- Nottingham Site
- U.S. National Register of Historic Places
- Nearest city: Upper Marlboro, Maryland
- NRHP reference No.: 75002083
- Added to NRHP: May 12, 1975

= Nottingham, Prince George's County, Maryland =

Nottingham is a small town on the Patuxent River in Prince George's County, Maryland, United States.
It contains an archaeological site which was listed on the National Register of Historic Places in 1975.

==Pre-European era==
The Nottingham site is an archeological site located on a terrace of the Patuxent River, near Upper Marlboro, Prince George's County, Maryland. The site contains an important record of more than 5000 years of prehistory, including Middle Archaic (c. 6000 BC) through Late Woodland (AD 1600) materials. Of particular note are a sizable Middle Woodland Selby Bay component, and a large Late Woodland component (c. AD 1550–1600) which may correspond to the village of Mattpament depicted on John Smith's 1608 map.

==Colonial settlement==
The Bowie family settled in this area during the colonial period, building a number of homes including "Mattaponi".

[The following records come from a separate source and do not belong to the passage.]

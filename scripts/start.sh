#!/usr/bin/env bash
# npm start: install what is missing, start the private MariaDB, build the client, migrate, seed the
# demo on first start, and serve on http://127.0.0.1:3000. Ctrl-C stops the server and MariaDB.
set -euo pipefail
cd "$(dirname "$0")/.."
source scripts/lib.sh
ensure_node_modules
ensure_apt mariadbd mariadb-server

DB_PORT=${DB_PORT:-3406}
DATABASE_URL=$(scripts/db.sh up dev "$DB_PORT" crestline)
export DATABASE_URL SEED_DEMO=${SEED_DEMO:-1} NODE_ENV=production
stop_db() { scripts/db.sh down dev || true; }
trap stop_db EXIT

echo "Building the client..."
npx vite build --logLevel warn

# The server prints its address and the demo sign-in once it listens.
npx tsx server/index.ts &
server=$!
trap 'kill -INT $server 2>/dev/null || true' INT TERM
wait $server || true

Between 1751 and 1771, nine British ships brought about 1,800 captive Africans to the port of Nottingham. In 1762, 183 captives disembarked at Nottingham from the ship Charming Molly, captained by James Beard. On August 27, 1770, captives recently arrived from Gambia in the snow Peggy, captained by William Sharp, were offered for sale at Nottingham. The sale was arranged by Barnes and Ridgate, of Port Tobacco, Maryland.

Benjamin Contee was born at "Brookfield" near Nottingham in 1815.